# Come Tour My Sewing Room



## happyjunker (Mar 22, 2009)

I've recently re-arranged, took out a cabinet and replaced it with a table. I've sorted buttons, wrapped and bagged ribbons, laces and trims, pressed and wrapped fabric on comic boards, hung things, and now I'm pretty happy with it. Here's some pics...
From the doorway... 









To the right, I have two big shelves. I hung "S" hooks to hang my cutting rulers on the side of one shelf

















There are two small plastic topped folding tables and a chair for a guest in the corner. This sewing machine and cabinet is my absolute favorite. I learned to sew on a set up identical to this. 
From the window, I can see my goats up on the hill, or walking back and forth to the water trough.









This table holds my embroidery machine, serger and Husquvarna/Viking Rose. I also use it for my laptop. I love all my threads above. I can hook my laptop up to the TV on the wall and use it either for a monitor, or to watch shows recorded or live through our wireless network. The stained glass clock I made years ago. 









My china cabinet with a load of quilting and knit fabrics









This little wall holds my buttons. That was a chore sorting them. Lights, colors, darks, inbetweens, metal and metal look. 









A couple of my fun little signs

















This is it... My fun little room, packed, but still room for more.


----------



## bajiay (Apr 8, 2008)

Im jealous!! 

I have a sewing room now, I am still in the unpacking stage.


----------



## Tinker (Apr 5, 2004)

Beautiful room! It is so organized and spacious. I would love to have that much room. It must be a real pleasure to work in there. I love your hutch for storing your fabric! And I am super envious of your masive stash!


----------



## homemaid (Apr 26, 2011)

Great room !! Very neatly organized.


----------



## DW (May 10, 2002)

And you gave me a great idea on the "s" hooks. I am getting ready to re-do and I am going to add the metal shelves and hanging the rulers on the end will be great.


----------



## MJsLady (Aug 16, 2006)

What a cheerful happy place to work! 
We had that same cake topper on our wedding cake too!


----------



## happyjunker (Mar 22, 2009)

Thank you! It is a fun room. Now I've got to make my new valance. It'll be something simple, but I'll be lining it since the window is a southern exposure. Here's the fabric.


----------



## Ruby (May 10, 2002)

Such a nice sewing room, and I love the valance fabric.
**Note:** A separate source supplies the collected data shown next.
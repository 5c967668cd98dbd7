import { describe, expect, it } from 'vitest';
import { safeNext } from './safe-next';

describe('safeNext', () => {
  it.each([
    ['/account', '/account'],
    ['/garage/vehicles/7?tab=teardown#brakes', '/garage/vehicles/7?tab=teardown#brakes'],
    ['/search?q=7373-00-123-4567', '/search?q=7373-00-123-4567'],
    ['/catalog/../orders', '/orders'],
  ])('when next is the same-site path %s, then it is followed as %s', (raw, expected) => {
    expect(safeNext(raw)).toBe(expected);
  });

  it.each([
    ['//evil.example/path'],
    ['/\\evil.example'],
    ['/\t/evil.example'],
    ['/\n/evil.example'],
    ['https://evil.example/'],
    ['HTTPS://evil.example'],
    ['javascript:alert(1)'],
    ['data:text/html,hi'],
    ['evil.example'],
    ['account'],
    [' /account'],
    ['\\\\evil.example'],
    [''],
  ])('when next is %j, then the fallback is used', (raw) => {
    expect(safeNext(raw)).toBe('/account');
  });

  it('when next is missing, then the default fallback /account is used', () => {
    expect(safeNext(null)).toBe('/account');
    expect(safeNext(undefined)).toBe('/account');
  });

  it('when a fallback is given, then it replaces the default', () => {
    expect(safeNext('//evil.example', '/')).toBe('/');
  });

  it('when next points back at the sign-in page, then the fallback is used (no loop)', () => {
    expect(safeNext('/sign-in?next=/account')).toBe('/account');
  });

  it('when next is absurdly long, then the fallback is used', () => {
    expect(safeNext(`/${'a'.repeat(5000)}`)).toBe('/account');
  });
});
Perfect for a sewing room.


----------



## Macybaby (Jun 16, 2006)

Looks fun!


----------



## Tommyice (Dec 5, 2010)

I'm officially pea-green with envy.


----------



## myminifarm (Sep 6, 2007)

Wow, that looks great & since I just emptied my guest room & set up my sewing stuff in it now I have some great ideas on thing to add. Thank you for posting the pics!!


----------



## happyjunker (Mar 22, 2009)

Thank you, and you're welcome Jessica! Have fun with your new space! I wanted the floor to ceiling look, and have achieved it! LOL...


----------



## AngieM2 (May 10, 2002)

Since pea green is not a good color for me, I'm Emerald Green with envy and you really made a very good work space there.
I love looking out a window when sewing, also.

That is so outstanding. Just fantabuglorious!


----------



## mekasmom (Jan 19, 2010)

It is so organized, and so beautiful.


----------



## Cajun Arkie (Jun 11, 2012)

It truly is fantabuglorious (wonderful word btw)!!! It makes me want to sew more-----naw.


----------